Conversar sobre el llanto
Esta mañana mi hijo me propuso que nos escondiéramos del virus, porque el virus, para mi hijo, está vivo; no es visible, no habla, pero está vivo
Juguemos a escondernos del virus, papá, me dijo esta mañana mi hijo de dos años y medio. Supongo que se había aburrido de que buscáramos a la llama Fabio o al reno Fabio o a la jirafa Fabio. (Hace un par de semanas decidió que todos sus peluches se llamarían, en adelante, Fabio).
Solía hablarle de su nacimiento, del momento exacto en que salió del vientre de su madre. Yo estaba ahí, le decía, y te tomé en brazos, tú no llorabas, pero yo sí, le decía. Era una conversación sobre el llanto, le explicaba que a veces lloramos de emoción. Entonces hablábamos mucho sobre el llanto y sobre la risa. Como él era bueno imitando sonidos de animales, subimos el grado de dificultad y empezamos a imitar risas y llantos de los animales. Cómo lloran los perros, cómo ríen los caballos, y así.

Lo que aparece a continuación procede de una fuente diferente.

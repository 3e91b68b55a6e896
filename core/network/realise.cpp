// SPDX-License-Identifier: MIT
//
// From quantities to numbers. Each group of numbers has one function; a full realisation calls them all, a Realiser
// only those that some draw changes.

#include "core/network/detail/realise_liquid.hpp"
#include "core/network/detail/realise_pipe.hpp"
#include "core/network/values.hpp"

#include <numbers>

namespace headband::network {
namespace {

using detail::Draw;
using detail::not_a_number;
using detail::varies;

/// Kv rates water of this density [kg/m3] at 1 bar (convention g).
constexpr double kv_density = 999.0;
constexpr double bar = 1e5;

template <int W>
void realise_site(const Site& site, const Draw<W>& draw, Values<W>& values) {
  values.gravity = draw(site.gravity, 9.80665);         // standard gravity, ISO 80000-3
  values.atmosphere = draw(site.atmosphere, 101325.0);  // standard atmosphere, ISO 2533
}

/// Gauge pressure of a quantity that may be written absolute [Pa].
template <int W>
Lanes<W> gauge_pressure(const Quantity& pressure, const Draw<W>& draw, const Values<W>& values) {
  if (!pressure.given()) return Lanes<W>(0.0);
  return pressure.gauge ? draw(pressure) : draw(pressure) - values.atmosphere;
}

/// Gauge pressure a pipe is rated for; not a number where it has none [Pa].
template <int W>
void realise_rating(const Pipe& pipe, const Draw<W>& draw, const Values<W>& values, PipeValues<W>& out) {
  out.rating = pipe.rating.given() ? gauge_pressure(pipe.rating, draw, values) : Lanes<W>(not_a_number);
}

/// Level of a basin at the start: as given, else the first of its table.
template <int W>
Lanes<W> first_level(const Basin& basin, const Draw<W>& draw) {
  return basin.level.given() || !basin.level_table.given() ? draw(basin.level)
                                                           : Lanes<W>(basin.level_table.rows.front().second.value);
}

template <int W>
void realise_places(const Case& c, const Plan& plan, const Draw<W>& draw, Values<W>& values) {
  for (std::size_t i = 0; i < plan.places.size(); ++i) {
    const PlacePlan& place = plan.places[i];
    const auto source = static_cast<std::size_t>(place.elevation_index);
    PlaceValues<W>& out = values.places[i];
    out.held_head = not_a_number;
    out.surface_head = 0.0;
    out.level_shift = 0.0;
    switch (place.elevation) {
      case ElevationSource::entry:
        out.elevation = draw(c.places[source].elevation);
        break;
      case ElevationSource::pipe_start:
        out.elevation = draw(c.pipes[source].profile.front().second);
        break;
      case ElevationSource::pipe_end:
        out.elevation = draw(c.pipes[source].profile.back().second);
        break;
      case ElevationSource::level:
        out.elevation = first_level(c.basins[source], draw);
        break;
      case ElevationSource::nowhere:
        out.elevation = 0.0;
        break;
    }
    if (place.basin >= 0) {
      const Basin& basin = c.basins[static_cast<std::size_t>(place.basin)];
      const Lanes<W> level = first_level(basin, draw);
      out.surface_head =
          gauge_pressure(basin.surface_pressure, draw, values) / (values.liquid.density * values.gravity);
      out.held_head = level + out.surface_head;
      if (basin.level.given()) out.level_shift = level - basin.level.value;
    } else if (place.head_given) {
      for (const auto& entry : c.places)
        if (entry.name == place.name) out.held_head = draw(entry.head);
    }
  }
}

/// Flow coefficient of a loss coefficient by a bore: Q = A sqrt(2 g / K) sqrt(dH).
template <int W>
Lanes<W> coefficient_of_k(const Lanes<W>& k, const Lanes<W>& bore, const Lanes<W>& gravity) {
  const Lanes<W> area = (0.25 * std::numbers::pi) * (bore * bore);
  return area * base::sqrt(2.0 * gravity / k);
}

/// Flow coefficient of Kv: Q = Kv sqrt(dp[bar] 999/rho) with dp = rho g dH, so the density drops out.
template <int W>
Lanes<W> coefficient_of_kv(const Lanes<W>& kv, const Lanes<W>& gravity) {
  return kv * base::sqrt((kv_density / bar) * gravity);
}

template <int W>
Lanes<W> bore_of(
    const Quantity& stated, const Plan& plan, const std::string& device, const Draw<W>& draw, const Values<W>& values) {
  if (stated.given()) return draw(stated);
  const int index = plan.device_named(device);
  const PipeId pipe = index >= 0 ? plan.devices[static_cast<std::size_t>(index)].adjoining : PipeId{};
  return pipe.exists() ? values.pipes[pipe.at()].bore : Lanes<W>(not_a_number);
}

template <int W>
void realise_valve(
    const Valve& valve, const Plan& plan, const Draw<W>& draw, const Values<W>& values, ValveValues<W>& out) {
  out.sizing_flow = draw(valve.flow);
  out.seat_power = draw(valve.near_seat, 1.0);
  out.starting_opening = draw(valve.opening, 1.0);
  out.coefficient = not_a_number;
  if (valve.flow.given()) return;
  if (valve.kv.given()) {
    out.coefficient = coefficient_of_kv(draw(valve.kv), values.gravity);
  } else if (valve.k.given()) {
    out.coefficient =
        coefficient_of_k(draw(valve.k), bore_of(valve.bore, plan, valve.name, draw, values), values.gravity);
  } else if (valve.area.given()) {
    out.coefficient = draw(valve.area) * draw(valve.discharge_coefficient, 1.0) * base::sqrt(2.0 * values.gravity);
  }
}

template <int W>
void realise_check_valve(
    const CheckValve& check, const Plan& plan, const Draw<W>& draw, const Values<W>& values, CheckValveValues<W>& out) {
  out.bore = bore_of(check.bore.given() ? check.bore : check.rule.bore, plan, check.name, draw, values);
  out.reverse_velocity = draw(check.rule.reverse_velocity);
  out.delay = draw(check.rule.delay);
  if (check.kv.given()) {
    out.coefficient = coefficient_of_kv(draw(check.kv), values.gravity);
  } else if (check.k.given()) {
    out.coefficient = coefficient_of_k(draw(check.k), out.bore, values.gravity);
  } else {
    out.coefficient = std::numeric_limits<double>::infinity();
  }
}

/// Rows of a table, the second column times `factor`.
template <int W>
void realise_table(const Table& table,
                   const Draw<W>& draw,
                   const Lanes<W>& factor,
                   std::vector<Lanes<W>>& first,
                   std::vector<Lanes<W>>& second) {
  first.resize(table.rows.size());
  second.resize(table.rows.size());
  for (std::size_t i = 0; i < table.rows.size(); ++i) {
    first[i] = draw(table.rows[i].first);
    second[i] = draw(table.rows[i].second) * factor;
  }
}

template <int W>
void realise_pump(
    const Pump& pump, const Plan& plan, const Draw<W>& draw, const Values<W>& values, PumpValues<W>& out) {
  realise_table(pump.curve, draw, draw(pump.head_scatter, 1.0), out.curve_flow, out.curve_head);
  realise_table(pump.torque, draw, Lanes<W>(1.0), out.torque_flow, out.torque_share);
  out.efficiency = draw(pump.efficiency);
  out.speed = draw(pump.speed);
  out.inertia = draw(pump.inertia);
  out.shut_off_torque = draw(pump.shut_off_torque);
  out.rated_flow = draw(pump.rated_flow);
  out.rated_head = draw(pump.rated_head);
  if (!pump.curve.given()) out.rated_head = out.rated_head * draw(pump.head_scatter, 1.0);  // scales the table's heads
  out.reverse_velocity = draw(pump.check_valve.reverse_velocity);
  out.check_bore = bore_of(pump.check_valve.bore, plan, pump.name, draw, values);
  out.check_delay = draw(pump.check_valve.delay);
}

Yo estaba ahí, le decía, y te tomé en brazos, llorando. Cuando le hablaba de esa escena, mi hijo me miraba serio y sereno, concentrado, pero también había en su cara la promesa de una carcajada futura. Una mañana, al desayuno, mezclando nuestras conversaciones sobre llantos y risas con nuestras conversaciones sobre los nombres de los seres y de las cosas, le dijo a su madre:
–Cuando yo nací, mi papá se puso a llorar pero de emoción. Y después se calmó y me preguntó mi nombre.
–¿Y le dijiste tu nombre?
–Sí, pero más o menos, porque todavía no sabía hablar bien.
Al principio le entregábamos los peluches candidatos a objetos transicionales con sus nombres puestos, casi siempre era yo el encargado de bautizarlos: la cerdita Chanchisca, el pingüino Caluroso, la jirafa Rafalópez, el elefante Johnfante. Más temprano que tarde él tomó los controles bautismales y por unas semanas prefirió nombres de personas conocidas, es decir, nombres que fueran o funcionaran oficialmente como nombres, pero luego se lanzó a inventarlos y aparecieron nombres raros, difíciles de retener, probables onomatopeyas de lenguas europeas como Plilnp o Chifn o construcciones que sonaban medio náhuatl, como Tlulpit o Tlepot.
En cuanto a su nombre, cuando lo dice en versión completa incluye los dos apellidos de su madre y el apellido materno de su abuela materna: Silvestre Zambra Barrera Velázquez Gutiérrez. Mi hijo cambia de nombre muchas veces en el día, pero son personajes, eso está claro. La decisión de inventar nombres nuevos para sus peluches viejos supone un cambio más estable, definitivo o provisoriamente definitivo.
Cuando se cansó de jugar a buscarme o a que yo lo buscara, empezamos a buscar a la llama Fabio o al reno Fabio o a la jirafa Fabio. Nosotros siempre éramos los que buscaban, no tenía sentido escondernos juntos, porque, aunque a veces lo disimulemos y evitemos supersticiosamente hablar del tema, los peluches están muertos, o más bien: no están vivos, nunca lo estuvieron. Y sin embargo esta mañana me propuso que nos escondiéramos del virus, porque el virus, para mi hijo, está vivo; no es visible, no habla, pero está vivo. Nos quedamos ahí, bajo la mesa, un minuto entero. Mi hijo reía mostrándome sus perfectos dientes de leche y yo también trataba de reír pero estaba paralizado de miedo.
Alejandro Zambra es autor de ‘Poeta chileno’ (Anagrama).